[Stored items]
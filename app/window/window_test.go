//go:build cgo && !nowindow

package window

import (
	"math/rand/v2"
	"os"
	"path/filepath"
	"runtime"
	"slices"
	"strconv"
	"strings"
	"testing"
	"time"

	"fyne.io/fyne/v2"
	"fyne.io/fyne/v2/driver/desktop"
	"fyne.io/fyne/v2/test"
	"github.com/go-gl/mathgl/mgl64"

	"lobewright/app/picture"
	"lobewright/app/session"
	"lobewright/app/study"
	"lobewright/assets"
)

// A bench is a window under the toolkit's test driver. What other goroutines
// post waits until the test runs it.
type bench struct {
	*ui
	t      testing.TB
	queue  chan func()
	folder string
}

func newBench(t testing.TB, folder string) *bench {
	t.Helper()
	a := test.NewTempApp(t)
	w := test.NewTempWindow(t, nil)
	kept, _ := session.Open(session.Options{Folder: folder, Interval: 10 * time.Millisecond})
	b := &bench{t: t, queue: make(chan func(), 1000), folder: folder}
	b.ui = newUI(a, w, kept, "test", func(f func()) { b.queue <- f })
	b.ui.motion = false
	w.Resize(fyne.NewSize(1280, 800))
	t.Cleanup(func() { b.shut() })
	return b
}

// shut closes the window while others may still post.
func (b *bench) shut() {
	if b.ui == nil {
		return
	}
	done := make(chan struct{})
	u := b.ui
	go func() {
		u.close()
		close(done)
	}()
	for {
		select {
		case <-b.queue:
		case <-done:
			return
		}
	}
}

// until runs what is posted until something holds.
func (b *bench) until(what string, holds func() bool) {
	b.t.Helper()
	limit := time.After(20 * time.Second)
	for !holds() {
		select {
		case f := <-b.queue:
			f()
		case <-time.After(5 * time.Millisecond):
		case <-limit:
			b.t.Fatalf("%s: it did not come within 20 s", what)
		}
	}
}

// open shows a demonstration and waits for its group orbitals.
func (b *bench) open(name string) {
	b.t.Helper()
	b.start(demoStudy(study.Study{}, name))
	b.until("the group orbitals of "+name, func() bool {
		return b.state.Orbitals != nil && b.state.Group != nil && b.now().Equal(b.state.Study) && b.images.wanted == nil
	})
}

// tap clicks a spot of a pane by its name.
func (b *bench) tap(p *pane, name string) {
	b.t.Helper()
	p.reveal(name)
	p.lay()
	s, ok := p.spotNamed(name)
	if !ok {
		var names []string
		for _, s := range p.spots {
			names = append(names, s.name)
		}
		b.t.Fatalf("there is no spot %q; there are %q", name, names)
	}
	p.Tapped(&fyne.PointEvent{Position: fyne.NewPos(float32(s.x+s.width/2), float32(s.y+s.height/2))})
}

func TestAWorkIsDoneFromTheBasisToAPartnerAndBack(t *testing.T) {
	b := newBench(t, t.TempDir())
	b.open("octahedron")
	b.tap(b.given, "basis C:sigma")
	if got := b.now().Basis; len(got) != 0 {
		t.Fatalf("the basis is %q after its only part was switched off", got)
	}
	b.tap(b.given, "basis C:pi")
	b.until("π", func() bool { return b.state.Orbitals != nil && len(b.state.Orbitals.Functions) == 12 })
	b.tap(b.given, "function 3")
	if p := b.now().Projection; p.Function != 3 || p.TheSubject() != study.SubjectFunction {
		t.Errorf("function 3 was clicked and %+v is chosen", p)
	}
	b.tap(b.ledger, "operation i")
	if s := b.now(); s.Operation != "i" || s.Moment != 1 {
		t.Errorf("without motion a click on i shows %s at %v", s.Operation, s.Moment)
	}
	list := b.state.Orbitals.Projection.Orbitals
	last := list[len(list)-1]
	b.tap(b.follows, orbitalName(last.Irrep, last.Copy, last.Partner))
	p := b.now().Projection
	if p.Irrep != b.state.Orbitals.Irreps[last.Irrep].Label || p.Partner != last.Partner+1 || p.TheSubject() != study.SubjectOrbital {
		t.Errorf("%+v was clicked and %+v is chosen", last, p)
	}
	if got := b.view.shown.Coefficients; !slices.Equal(got, last.Coefficients) {
		t.Errorf("the picture shows %v, not %v", got, last.Coefficients)
	}
	steps := 0
	for b.CanUndo() {
		b.undo()
		steps++
	}
	if !b.now().Equal(demoStudy(study.Study{}, "octahedron")) {
		t.Errorf("after %d steps back it is %+v", steps, b.now())
	}
	for range steps {
		b.redo()
	}
	if got := b.now().Projection; got != p {
		t.Errorf("forward again it is %+v, not %+v", got, p)
	}
}
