using MemberScan.Checks.Stability;
using MemberScan.Mechanics.Sections;
using MemberScan.Model.Verdicts;

namespace MemberScan.Checks.Aisc360.Sections;

/// <summary>Moment of a section about one axis held against its available strength by F7, F8 or F11.</summary>
internal static class FlexuralCheck
{
    private const double Tolerance = 1e-9;

    /// <summary>Clause for a kind of section.</summary>
    public static Clause ClauseOf(CrossSection section) => section switch
    {
        Tube => FlexuralStrength.TubeClause,
        Box => FlexuralStrength.BoxClause,
        _ => FlexuralStrength.BarClause,
    };

    /// <summary>Nominal moment about one axis with the lines that lead to it, or why there is none.</summary>
    public static (double? M_n, TraceLine[] Lines, Reason? Why) Nominal(AiscCase c, bool isAboutY, double unbraced)
    {
        var p = c.Properties;
        var (Z, S) = isAboutY ? (p.WplY, p.WelY) : (p.WplZ, p.WelZ);
        return c.Section switch
        {
            Tube tube => OfTube(c, tube, Z, S),
            Box box => OfBox(c, isAboutY, unbraced, Z, S, isAboutY ? (box.Width, box.Depth) : (box.Depth, box.Width), box.Wall),
            _ => OfBar(c, isAboutY, unbraced, Z, S),
        };
    }

    /// <summary>The check; the moment is not zero.</summary>
    public static CheckResult Check(AiscCase c, bool isAboutY, double moment, BucklingLength y, BucklingLength z)
    {
        var clause = ClauseOf(c.Section);
        var unbraced = Math.Max(y.Value, z.Value);
        var (nominal, lines, why) = Nominal(c, isAboutY, unbraced);
        if (nominal is not { } M_n) return new CheckResult.NotEvaluated(clause, why!);

        var available = StrengthFactor.Member.Available(M_n, c.Method);
        return new Calculation(clause)
            .Given("M_r", moment, "N·m", c.IsRound ? "√(My² + Mz²) of the section forces" : "section force, magnitude")
            .With(c.StrengthLines())
            .With(lines)
            .Found("M_c", $"M_n{StrengthFactor.Member.Words(c.Method)}", available, "N·m", $"{clause}, {StrengthFactor.Name(c.Method)}")
            .Utilization($"M_r/M_c = {Shown.Number(moment / 1e3)}/{Shown.Number(available / 1e3)}", moment / available);
    }

    private static (double?, TraceLine[], Reason?) OfTube(AiscCase c, Tube tube, double Z, double S)
    {
        var slenderness = 2 * tube.OuterRadius / tube.Wall;
        if (FlexuralStrength.M_n_Tube(c.Yield, c.Modulus, slenderness, Z, S) is not { } nominal)
            return Slender($"The tube has D/t = {Shown.Number(slenderness)}, not below 0.45E/F_y = {Shown.Number(0.45 * c.Modulus / c.Yield)}; F8 does not hold.");

        var (compact, slender) = WallLimits.RoundInFlexure(c.Modulus, c.Yield);
        var (words, equation) = slenderness <= compact ? ("F_y·Z", "(F8-1)") : slenderness <= slender ? ("(0.021E/(D/t) + F_y)·S", "(F8-2)") : ("0.33E/(D/t)·S", "(F8-3)");
        return (nominal,
        [
            .. ModulusLines(Z, S),
            new("D/t", $"{Shown.Mm(2 * tube.OuterRadius)}/{Shown.Mm(tube.Wall)} = {Shown.Number(slenderness)}", slenderness, "-", $"compact to {Shown.Number(compact)}, slender beyond {Shown.Number(slender)}, {WallLimits.Clause}"),
            new("M_n", $"{words} = {Shown.Number(nominal / 1e3)} kN·m", nominal, "N·m", StrengthFactor.Clause("F8", equation).ToString()),
        ], null);
    }

    private static (double?, TraceLine[], Reason?) OfBox(AiscCase c, bool isAboutY, double unbraced, double Z, double S, (double Flange, double Web) sides, double wall)
    {
        var flange = Math.Max(0, sides.Flange - 3 * wall) / wall;
        var web = Math.Max(0, sides.Web - 3 * wall) / wall;
        var (flangeLimits, webLimits) = (WallLimits.FlangeInFlexure(c.Modulus, c.Yield), WallLimits.WebInFlexure(c.Modulus, c.Yield));
        if (flange > flangeLimits.Slender * (1 + Tolerance) || web > webLimits.Slender * (1 + Tolerance))
            return Slender($"The walls have b/t = {Shown.Number(flange)} and h/t = {Shown.Number(web)}, beyond λr = {Shown.Number(flangeLimits.Slender)} or {Shown.Number(webLimits.Slender)}; the effective section of F7 is not evaluated.");

        var plastic = FlexuralStrength.M_p(c.Yield, Z);
        var byFlange = flange <= flangeLimits.Compact ? plastic : FlexuralStrength.M_n_Flange(plastic, c.Yield, S, flange, c.Modulus);
        var byWeb = web <= webLimits.Compact ? plastic : FlexuralStrength.M_n_Web(plastic, c.Yield, S, web, c.Modulus);
        var byLateral = Lateral(c, isAboutY, unbraced, plastic, S);
        var nominal = Math.Min(byFlange, Math.Min(byWeb, byLateral));
        return (nominal,
        [
            .. ModulusLines(Z, S),
            new("M_p", $"F_y·Z = {Shown.Number(plastic / 1e3)} kN·m", plastic, "N·m", StrengthFactor.Clause("F7.1", "(F7-1)").ToString()),
            new("b/t", "", flange, "-", $"flange, side − 3t; compact to {Shown.Number(flangeLimits.Compact)}, {WallLimits.Clause}"),
            new("M_n flange", "", byFlange, "N·m", StrengthFactor.Clause("F7.2", "(F7-2)").ToString()),
            new("h/t", "", web, "-", $"web, side − 3t; compact to {Shown.Number(webLimits.Compact)}, {WallLimits.Clause}"),
            new("M_n web", "", byWeb, "N·m", StrengthFactor.Clause("F7.3", "(F7-6)").ToString()),
            new("L_b", "", unbraced, "m", "the larger effective length of the two axes"),
            new("M_n lateral", "", byLateral, "N·m", StrengthFactor.Clause("F7.4", "(F7-10), (F7-11), C_b = 1").ToString()),
            new("M_n", $"the smallest = {Shown.Number(nominal / 1e3)} kN·m", nominal, "N·m", FlexuralStrength.BoxClause.ToString()),
        ], null);
    }

    // Square sections and bending about the weaker axis do not buckle sideways.
    private static double Lateral(AiscCase c, bool isAboutY, double unbraced, double plastic, double S)
    {
        var p = c.Properties;
        var (strong, weak) = isAboutY ? (p.Iy, p.Iz) : (p.Iz, p.Iy);
        if (strong <= weak * (1 + Tolerance)) return plastic;

        var (L_p, L_r) = FlexuralStrength.BoxLengths(c.Modulus, Math.Sqrt(weak / p.Area), p.JThinWall!.Value, p.Area, plastic, c.Yield, S);
        return FlexuralStrength.M_n_BoxLateral(plastic, unbraced, L_p, L_r, c.Yield, S);
    }

    private static (double?, TraceLine[], Reason?) OfBar(AiscCase c, bool isAboutY, double unbraced, double Z, double S)
    {
        var yielding = FlexuralStrength.M_n_Bar(c.Yield, Z, S);
        var (d, t) = isAboutY ? (c.Section.ExtentZ, c.Section.ExtentY) : (c.Section.ExtentY, c.Section.ExtentZ);
        var isLateral = !c.IsRound && d > t * (1 + Tolerance);
        var ratio = isLateral ? unbraced * d / (t * t) : 0;
        var nominal = isLateral ? FlexuralStrength.M_n_BarLateral(yielding, c.Yield, c.Modulus, S, ratio) : yielding;
        return (nominal,
        [
            .. ModulusLines(Z, S),
            new("M_p", $"min(F_y·Z, 1.5F_y·S) = {Shown.Number(yielding / 1e3)} kN·m", yielding, "N·m", StrengthFactor.Clause("F11.1", "(F11-1)").ToString()),
            new("L_b·d/t²", isLateral ? $"{Shown.Number(unbraced)} m·{Shown.Mm(d)}/{Shown.Mm(t)}² mm = {Shown.Number(ratio)}" : "", ratio, "-",
                isLateral ? $"no lateral buckling to 0.08E/F_y = {Shown.Number(0.08 * c.Modulus / c.Yield)}, inelastic to 1.9E/F_y = {Shown.Number(1.9 * c.Modulus / c.Yield)}" : "rounds, squares and the weaker axis do not buckle sideways"),
            new("M_n", $"{Shown.Number(nominal / 1e3)} kN·m", nominal, "N·m", StrengthFactor.Clause("F11.2", "(F11-2), (F11-3), C_b = 1").ToString()),
        ], null);
    }

    private static TraceLine[] ModulusLines(double Z, double S) => [new("Z", "", Z, "m³", "section, plastic modulus"), new("S", "", S, "m³", "section, elastic modulus")];

    private static (double?, TraceLine[], Reason?) Slender(string sentence) => (null, [], new Reason(ReasonCode.SlenderWall, sentence));
}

Assigned task. Every line in the records above with "Projection" in it adds one to the count; give that count and nothing else.

Response area. 4